Mr Harding is still precentor of Barchester; and it is very rarely
the case that those who attend the Sunday morning service miss the
gratification of hearing him chant the Litany, as no other man in
England can do it.  He is neither a discontented nor an unhappy
man; he still inhabits the lodgings to which he went on leaving the
hospital, but he now has them to himself.  Three months after that
time Eleanor became Mrs Bold, and of course removed to her husband's
house.

There were some difficulties to be got over on the occasion of the
marriage.  The archdeacon, who could not so soon overcome his grief,
would not be persuaded to grace the ceremony with his presence, but he
allowed his wife and children to be there.  The marriage took place
in the cathedral, and the bishop himself officiated.  It was the last
occasion on which he ever did so; and, though he still lives, it is
not probable that he will ever do so again.

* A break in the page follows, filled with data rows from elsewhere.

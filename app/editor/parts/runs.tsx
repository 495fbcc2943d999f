import { useCallback } from "react";
import type { Run } from "../model/types.ts";
import { runs as setRuns } from "../text/contents.ts";

interface Props {
  readonly runs: readonly Run[];
  readonly macros: Readonly<Record<string, string>>;
  readonly className?: string;
}

/**
 * Running text with mathematics and numbers, set by the same hand as in the text itself. Each answer of the worker
 * brings new objects of the same content; set anew at each keystroke, they would have the whole page laid out again.
 */
export function Runs({ runs, macros, className }: Props) {
  const content = JSON.stringify({ runs, macros });
  const set = useCallback(
    (place: HTMLSpanElement | null) => {
      const same: Pick<Props, "runs" | "macros"> = JSON.parse(content);
      place?.replaceChildren(setRuns(same.runs, same.macros));
    },
    [content],
  );
  return <span className={className} ref={set} />;
}
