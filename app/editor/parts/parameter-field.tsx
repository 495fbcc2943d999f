import { useEffect, useRef, useState } from "react";

interface Props {
  readonly label: string;
  /** What stands in the field at first: the whole source, or the digit that opened it. */
  readonly first: string;
  onEnter(source: string): void;
  onEscape(): void;
}

/** Where a parameter's value is typed. Enter sets it, Esc and leaving put it back. */
export function ParameterField({ label, first, onEnter, onEscape }: Props) {
  const [source, setSource] = useState(first);
  const field = useRef<HTMLInputElement>(null);
  useEffect(() => {
    const place = field.current;
    if (place === null) return;
    place.focus();
    if (place.value.length > 1) place.select();
  }, []);
  return (
    <input
      ref={field}
      className="hl-par-field"
      aria-label={`${label}: a number or a formula; Enter sets it`}
      value={source}
      size={Math.max(5, source.length)}
      autoComplete="off"
      spellCheck={false}
      onChange={(event) => setSource(event.target.value)}
      onBlur={onEscape}
      onKeyDown={(event) => {
        if (event.key === "Enter" && source.trim() !== "") onEnter(source.trim());
        else if (event.key === "Escape" || event.key === "Enter") onEscape();
        else return;
        event.preventDefault();
        event.stopPropagation();
      }}
    />
  );
}
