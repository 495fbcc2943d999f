import { expect, test } from "vitest";
import { openDatabase } from "../../db/index.server.ts";
import { someone } from "../support/cast.ts";
import { freshDatabase } from "../support/database.ts";

const PAPER = "paper-00001";

async function withPaper() {
  const database = openDatabase(await freshDatabase());
  const ines = await someone(database, "Ines Valadao");
  const tormod = await someone(database, "Tormod Hagelund");
  await database.papers.create({ id: PAPER, title: "T", authors: "A" }, ines.id);
  return { database, members: database.members, ines, tormod };
}

test("members are listed as they came, with their logins", async () => {
  const { members, ines, tormod } = await withPaper();
  expect(await members.add(PAPER, tormod.id, "author")).toBeNull();
  expect(await members.list(PAPER)).toEqual([
    { personId: ines.id, name: "Ines Valadao", login: "ines-valadao", role: "owner" },
    { personId: tormod.id, name: "Tormod Hagelund", login: "tormod-hagelund", role: "author" },
  ]);
});

test("nobody is added twice, nor loses a role by it", async () => {
  const { members, ines } = await withPaper();
  expect(await members.add(PAPER, ines.id, "reader")).toBe("already-there");
  expect(await members.list(PAPER)).toMatchObject([{ personId: ines.id, role: "owner" }]);
});

test("a paper keeps an owner, whatever is tried", async () => {
  const { members, ines, tormod } = await withPaper();
  expect(await members.changeRole(PAPER, ines.id, "author")).toBe("last-owner");
  expect(await members.remove(PAPER, ines.id)).toBe("last-owner");
  expect(await members.changeRole(PAPER, ines.id, "owner")).toBeNull();
  await members.add(PAPER, tormod.id, "owner");
  const both = await Promise.all([
    members.changeRole(PAPER, ines.id, "author"),
    members.changeRole(PAPER, tormod.id, "reader"),
  ]);
  expect(both.sort()).toEqual(["last-owner", null]);
  expect((await members.list(PAPER)).filter(({ role }) => role === "owner")).toHaveLength(1);
});

test("whoever is not there can be neither changed nor removed", async () => {
  const { members, tormod } = await withPaper();
  expect(await members.changeRole(PAPER, tormod.id, "author")).toBe("not-there");
  expect(await members.remove(PAPER, tormod.id)).toBe("not-there");
  expect(await members.list(PAPER)).toHaveLength(1);
});

test("each puts a paper by for themselves, and brings it back", async () => {
  const { database, members, ines, tormod } = await withPaper();
  await members.add(PAPER, tormod.id, "author");
  await members.putBy(PAPER, ines.id, true);
  expect(await database.papers.shelf(ines.id, "")).toMatchObject([{ putBy: true }]);
  expect(await database.papers.shelf(tormod.id, "")).toMatchObject([{ putBy: false }]);
  await members.putBy(PAPER, ines.id, false);
  expect(await database.papers.shelf(ines.id, "")).toMatchObject([{ putBy: false }]);
});
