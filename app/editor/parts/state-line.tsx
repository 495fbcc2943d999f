import type { CellFace, CellStateName } from "../model/types.ts";
import type { CellCommands, SheetHost } from "../text/host.ts";
import { Runs } from "./runs.tsx";
import { aboutSeconds } from "./words.ts";

interface Props {
  readonly face: CellFace;
  readonly open: boolean;
  readonly host: SheetHost;
}

type Offer = "recompute" | "compute" | "cancel" | "letStand" | "doNotWait" | "showNeeded" | "goToLine";

/** What each state is called in rubric, and what may be done about it. Current is silent. */
const STATES: Readonly<Record<CellStateName, { lead: string; offers: readonly Offer[] }>> = {
  current: { lead: "", offers: [] },
  outOfDate: { lead: "† Out of date.", offers: ["recompute", "letStand"] },
  stands: { lead: "", offers: ["recompute"] },
  computing: { lead: "", offers: ["cancel"] },
  waiting: { lead: "", offers: ["showNeeded", "doNotWait"] },
  failed: { lead: "‡", offers: ["goToLine", "recompute"] },
  cancelled: { lead: "†", offers: ["recompute"] },
  empty: { lead: "", offers: ["compute"] },
  preview: { lead: "", offers: [] },
};

/** The line beneath a caption: how the result came to be or what is the matter with it, and the commands for it. */
export function StateLine({ face, open, host }: Props) {
  const { lead, offers } = STATES[face.state];
  // With the working open, a fault of it is said at its line.
  const saidBelow = open && face.state === "failed" && !face.sound;
  const telling = face.words.length > 0 && !saidBelow;
  return (
    <div className={`hl-state hl-state-${face.state}`}>
      {face.progress === null ? null : <Bar {...face.progress} />}
      {lead === "" ? null : <b className="hl-lead">{lead} </b>}
      {saidBelow ? <span className="hl-state-words">Its working is at fault, as is said there.</span> : null}
      {telling ? <Runs className="hl-state-words" runs={face.words} macros={host.macros} /> : null}
      {face.finding === null ? null : <Said finding={face.finding} />}
      {face.state === "current" || face.state === "preview" ? (
        <Runs className="hl-provenance" runs={face.provenance} macros={host.macros} />
      ) : null}
      {face.hangs === "" ? null : <span className="hl-said">, {face.hangs}. </span>}
      <span className="hl-offers">
        {offers.map((offer) => (
          <OfferOf key={offer} offer={offer} face={face} host={host} />
        ))}
        <Command
          quiet
          name={open ? "Put away" : "Show working"}
          of={face.title}
          onPress={() => (open ? host.commands.putAway(face.slot) : host.commands.showWorking(face.slot))}
        />
        {face.provenance.length > 0 && face.state !== "preview" && !hasFigure(face) ? (
          <a
            className="command hl-small hl-quiet"
            href={host.plateOf(face.id)}
            aria-label={`Open as plate, ${face.title}`}
          >
            Open as plate
          </a>
        ) : null}
      </span>
    </div>
  );
}

/** A figure has its own commands beneath it. */
function hasFigure({ parts }: CellFace): boolean {
  return parts.some(({ part }) => part === "figure");
}

/** What the result itself says, whatever the state of its cell; what is grave bears the mark. */
function Said({ finding: { isGrave, words } }: { readonly finding: NonNullable<CellFace["finding"]> }) {
  return (
    <>
      {isGrave ? <b className="hl-lead">‡ </b> : null}
      <span className="hl-state-words">{words} </span>
    </>
  );
}

function OfferOf({ offer, face, host }: { readonly offer: Offer; readonly face: CellFace; readonly host: SheetHost }) {
  const { commands } = host;
  const writing = WRITING.has(offer);
  if ((writing && !host.writes) || !PRESENT[offer](face)) return null;
  const name = NAMES[offer](face);
  return (
    <>
      <Command name={name} of={face.title} onPress={() => PRESSED[offer](face, commands)} />
      {offer === "recompute" || offer === "compute" ? <Duration seconds={face.seconds} /> : null}
    </>
  );
}

const WRITING: ReadonlySet<Offer> = new Set<Offer>(["recompute", "compute", "cancel", "letStand", "doNotWait"]);

const NAMES: Readonly<Record<Offer, (face: CellFace) => string>> = {
  recompute: () => "Recompute",
  compute: () => "Compute",
  cancel: () => "Cancel",
  letStand: () => "Let it stand",
  doNotWait: () => "Do not wait",
  showNeeded: (face) => `Show ${face.needs?.title ?? ""}`,
  goToLine: (face) => `Go to line ${(face.failureLine ?? face.line) - face.line + 1}`,
};

const PRESENT: Readonly<Record<Offer, (face: CellFace) => boolean>> = {
  recompute: (face) => face.sound,
  compute: (face) => face.sound,
  cancel: () => true,
  letStand: (face) => face.hasResult,
  doNotWait: () => true,
  showNeeded: (face) => face.needs !== null,
  goToLine: () => true,
};

const PRESSED: Readonly<Record<Offer, (face: CellFace, commands: CellCommands) => void>> = {
  recompute: (face, commands) => commands.recompute(face),
  compute: (face, commands) => commands.recompute(face),
  cancel: (face, commands) => commands.cancel(face),
  letStand: (face, commands) => commands.letStand(face),
  doNotWait: (face, commands) => commands.cancel(face),
  showNeeded: (face, commands) => face.needs !== null && commands.goToCell(face.needs.slot),
  goToLine: (face, commands) => commands.goToLine(face.failureLine ?? face.line),
};

interface CommandProps {
  readonly name: string;
  /** What the command is about, for those who hear it alone. */
  readonly of: string;
  readonly quiet?: boolean;
  onPress(): void;
}

function Command({ name, of, quiet, onPress }: CommandProps) {
  return (
    <button
      type="button"
      className={quiet ? "command hl-small hl-quiet" : "command hl-small"}
      // The caret stays where it is, or the working would close under the pointer.
      onMouseDown={(event) => event.preventDefault()}
      onClick={onPress}
      aria-label={`${name}, ${of}`}
    >
      {name}
    </button>
  );
}

function Duration({ seconds }: { readonly seconds: number | null }) {
  const words = aboutSeconds(seconds);
  return words === "" ? null : <span className="hl-duration">, {words}</span>;
}

function Bar({ done, total }: { readonly done: number; readonly total: number }) {
  const share = total > 0 ? Math.min(1, done / total) : 0;
  return (
    <span
      className="hl-bar"
      role="progressbar"
      aria-label="Done so far"
      aria-valuemin={0}
      aria-valuemax={total}
      aria-valuenow={done}
    >
      <i style={{ width: `${share * 100}%` }} />
    </span>
  );
}
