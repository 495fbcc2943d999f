import { useMemo } from "react";
import { Command, CommandLink, RunningHead } from "../../ui/index.ts";
import type { SheetAtHand, StripName } from "../keys/types.ts";
import type { Desk } from "../live/desk.ts";
import { ruleEditing, typedFault } from "../rule/rule-editing.ts";
import { RuleEntry } from "../rule/rule-entry.tsx";
import { ClosedNotice } from "./closed-notice.tsx";
import { ParameterRule } from "./parameter-rule.tsx";
import { Runs } from "./runs.tsx";
import type { SheetPageProps } from "./sheet-page.tsx";
import { RulePlace } from "./sheet-preface.tsx";
import { TrialNotice } from "./trial-notice.tsx";
import { useDeskView } from "./use-desk-view.ts";
import { listed } from "./words.ts";

interface Props {
  readonly desk: Desk;
  readonly props: SheetPageProps;
}

/** The running head. Like all that stands around the text it watches its own parts alone: a keystroke draws none anew. */
export function SheetHead({ desk, props, onCommand }: Props & { onCommand(open: StripName): void }) {
  return (
    <RunningHead
      home={props.person === null ? "/" : "/shelf"}
      left={
        <>
          {props.person === null ? null : (
            <CommandLink to="/shelf" className="hl-only-wide">
              Shelf
            </CommandLink>
          )}
          <Command className="hl-only-wide" onClick={() => onCommand("outline")}>
            Outline
          </Command>
          <Command className="hl-only-wide" onClick={() => onCommand("find")}>
            Find
          </Command>
        </>
      }
      title={<SheetTitle desk={desk} title={props.title} />}
      right={
        <>
          <People desk={desk} />
          {props.person === null ? null : (
            <CommandLink to={`/papers/${props.paperId}/title-page`} className="hl-only-wide">
              Title page
            </CommandLink>
          )}
          <CommandLink to="/manual" className="hl-only-wide">
            Manual
          </CommandLink>
          <CommandLink to={`/papers/${props.paperId}/galley`} className="hl-only-wide">
            Galley
          </CommandLink>
          <Command className="hl-only-wide" onClick={() => onCommand("commands")}>
            Commands
          </Command>
          <Command className="hl-only-narrow" onClick={() => onCommand("commands")}>
            More
          </Command>
        </>
      }
    />
  );
}

function SheetTitle({ desk, title }: { readonly desk: Desk; readonly title: string }) {
  const front = useDeskView(desk, ({ model }) => model?.front ?? null);
  const macros = useDeskView(desk, ({ model }) => model?.macros ?? null);
  if (front === null || macros === null) return title;
  return <Runs runs={front.title} macros={macros} />;
}

function People({ desk }: { readonly desk: Desk }) {
  const people = useDeskView(desk, (view) => view.people);
  return people.length === 0 ? null : <span className="head-name">{listed(people)} here</span>;
}

interface RuleProps {
  readonly desk: Desk;
  readonly text: string;
  /** null until the text is on the sheet. */
  readonly sheet: SheetAtHand | null;
}

/** The rule with the paper's parameters. */
export function SheetRule({ desk, text, sheet }: RuleProps) {
  const read = useDeskView(desk, ({ model }) => model !== null);
  const parameters = useDeskView(desk, ({ model }) => model?.parameters ?? NO_PARAMETERS);
  const borders = useDeskView(desk, (view) => view.borders);
  const editing = useMemo(() => ruleEditing(sheet), [sheet]);
  if (!read) return <RulePlace text={text} />;
  return (
    <ParameterRule
      parameters={parameters}
      borders={borders}
      onSay={desk.say}
      onTry={(name, source) => desk.tryParameter(name, source)}
      onSet={(name, source) => desk.setParameter(name, source)}
      onJudge={async (name, source) => (sheet === null ? "" : typedFault(sheet, name, source))}
      editing={editing}
    >
      {sheet === null ? null : <RuleEntry sheet={sheet} />}
    </ParameterRule>
  );
}

const NO_PARAMETERS: readonly never[] = [];

/** What is to be said between the rule and the text: why the page is no longer joined, and that trying keeps nothing. */
export function SheetNotices({ desk, props }: Props) {
  const connection = useDeskView(desk, (view) => view.connection);
  const tried = useDeskView(desk, ({ model }) => model?.parameters.some(({ overridden }) => overridden) ?? false);
  return (
    <>
      {connection.state === "closed" ? <ClosedNotice code={connection.code} onAgain={() => desk.joinAgain()} /> : null}
      {props.writes ? null : <TrialNotice desk={desk} signIn={props.signIn} tried={tried} />}
    </>
  );
}

/** Said to those who listen. */
export function SheetVoice({ desk }: { readonly desk: Desk }) {
  const heard = useDeskView(desk, (view) => view.heard);
  return (
    <div className="hl-said" role="status" aria-live="polite">
      {heard}
    </div>
  );
}
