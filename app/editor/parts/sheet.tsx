import { type RefObject, useEffect, useRef, useState } from "react";
import { CommandLink, RunningHead } from "../../ui/index.ts";
import { Desk } from "../live/desk.ts";
import type { SheetModel } from "../model/types.ts";
import { BibliographyPlace } from "./bibliography-place.tsx";
import { ClosedNotice } from "./closed-notice.tsx";
import { ParameterRule } from "./parameter-rule.tsx";
import { Runs } from "./runs.tsx";
import type { SheetPageProps } from "./sheet-page.tsx";
import { PlainText } from "./sheet-preface.tsx";
import { SheetTail } from "./sheet-tail.tsx";
import { TrialNotice } from "./trial-notice.tsx";
import { useDeskView } from "./use-desk-view.ts";
import { listed } from "./words.ts";

/** The live sheet: running head, rule, text, bibliography, tail line, over one desk. */
export default function Sheet(props: SheetPageProps) {
  const place = useRef<HTMLDivElement>(null);
  const desk = useDesk(props, place);
  return (
    <div className="hl-sheet">
      {desk === null ? null : <Around desk={desk} props={props} part="head" />}
      <main className="hl-column">
        {desk === null ? null : <Preface desk={desk} props={props} place={place} />}
        <div ref={place} className="hl-text hl-untyped" />
        {desk === null ? null : <BibliographyPlace desk={desk} />}
      </main>
      {desk === null ? null : <Around desk={desk} props={props} part="tail" />}
    </div>
  );
}

/** Opens the desk when the place is on the page, and ends it with the page. */
function useDesk(props: SheetPageProps, place: RefObject<HTMLDivElement | null>): Desk | null {
  const [desk, setDesk] = useState<Desk | null>(null);
  const first = useRef(props);
  useEffect(() => {
    if (place.current === null) return;
    const { nonce, ...options } = first.current;
    const opened = new Desk(options, place.current, nonce);
    setDesk(opened);
    return () => opened.end();
  }, [place]);
  return desk;
}

interface PartProps {
  readonly desk: Desk;
  readonly props: SheetPageProps;
}

/** The plain setting, until the text is typeset. The text's own place is the editor's, so its class is set by hand. */
function Preface({ desk, props, place }: PartProps & { readonly place: RefObject<HTMLDivElement | null> }) {
  const typeset = useDeskView(desk, ({ ready, model }) => ready && model !== null);
  useEffect(() => {
    place.current?.classList.toggle("hl-untyped", !typeset);
  }, [typeset, place]);
  return typeset ? null : (
    <div className="hl-preface">
      <PlainText title={props.title} text={props.first.text} />
    </div>
  );
}

function Around({ desk, props, part }: PartProps & { readonly part: "head" | "tail" }) {
  const view = useDeskView(desk, (each) => each);
  if (part === "tail") return <SheetTail desk={desk} view={view} writes={props.writes} />;
  const { model, people, connection, heard } = view;
  return (
    <>
      <RunningHead
        home={props.person === null ? "/" : "/shelf"}
        left={props.person === null ? null : <CommandLink to="/shelf">Shelf</CommandLink>}
        title={<TitleRuns model={model} title={props.title} />}
        right={
          <>
            {people.length === 0 ? null : <span className="head-name">{listed(people)} here</span>}
            {props.person === null ? null : (
              <CommandLink to={`/papers/${props.paperId}/title-page`}>Title page</CommandLink>
            )}
            <CommandLink to={`/papers/${props.paperId}/galley`}>Galley</CommandLink>
          </>
        }
      />
      <ParameterRule
        parameters={model?.parameters ?? []}
        onTry={(name, source) => desk.tryParameter(name, source)}
        onSet={(name, source) => desk.setParameter(name, source)}
      />
      {connection.state === "closed" ? <ClosedNotice code={connection.code} onAgain={() => desk.joinAgain()} /> : null}
      {props.writes ? null : (
        <TrialNotice
          desk={desk}
          signIn={props.signIn}
          tried={model?.parameters.some(({ overridden }) => overridden) ?? false}
        />
      )}
      <div className="hl-said" role="status" aria-live="polite">
        {heard}
      </div>
    </>
  );
}

function TitleRuns({ model, title }: { readonly model: SheetModel | null; readonly title: string }) {
  if (model === null || model.front.plainTitle === "") return title;
  return <Runs runs={model.front.title} macros={model.macros} />;
}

Not long after the marriage, perhaps six months, when Eleanor's
bridal-honours were fading, and persons were beginning to call her Mrs
Bold without twittering, the archdeacon consented to meet John Bold at
a dinner-party, and since that time they have become almost friends.
The archdeacon firmly believes that his brother-in-law was, as a
bachelor, an infidel, an unbeliever in the great truths of our
religion; but that matrimony has opened his eyes, as it has those of
others.  And Bold is equally inclined to think that time has softened
the asperities of the archdeacon's character.  Friends though they
are, they do not often revert to the feud of the hospital.

Mr Harding, we say, is not an unhappy man: he keeps his lodgings, but
they are of little use to him, except as being the one spot on earth
which he calls his own.  His time is spent chiefly at his daughter's
or at the palace; he is never left alone, even should he wish to be
so; and within a twelvemonth of Eleanor's marriage his determination
to live at his own lodging had been so far broken through and
abandoned, that he consented to have his violoncello permanently
removed to his daughter's house.

Every other day a message is brought to him from the bishop.  "The
bishop's compliments, and his lordship is not very well to-day, and
he hopes Mr Harding will dine with him."  This bulletin as to the old
man's health is a myth; for though he is over eighty he is never ill,
and will probably die some day, as a spark goes out, gradually and
without a struggle.  Mr Harding does dine with him very often, which
means going to the palace at three and remaining till ten; and
whenever he does not the bishop whines, and says that the port wine is
corked, and complains that nobody attends to him, and frets himself
off to bed an hour before his time.

It was long before the people of Barchester forgot to call Mr Harding
by his long well-known name of Warden.  It had become so customary to
say Mr Warden, that it was not easily dropped.  "No, no," he always
says when so addressed, "not warden now, only precentor."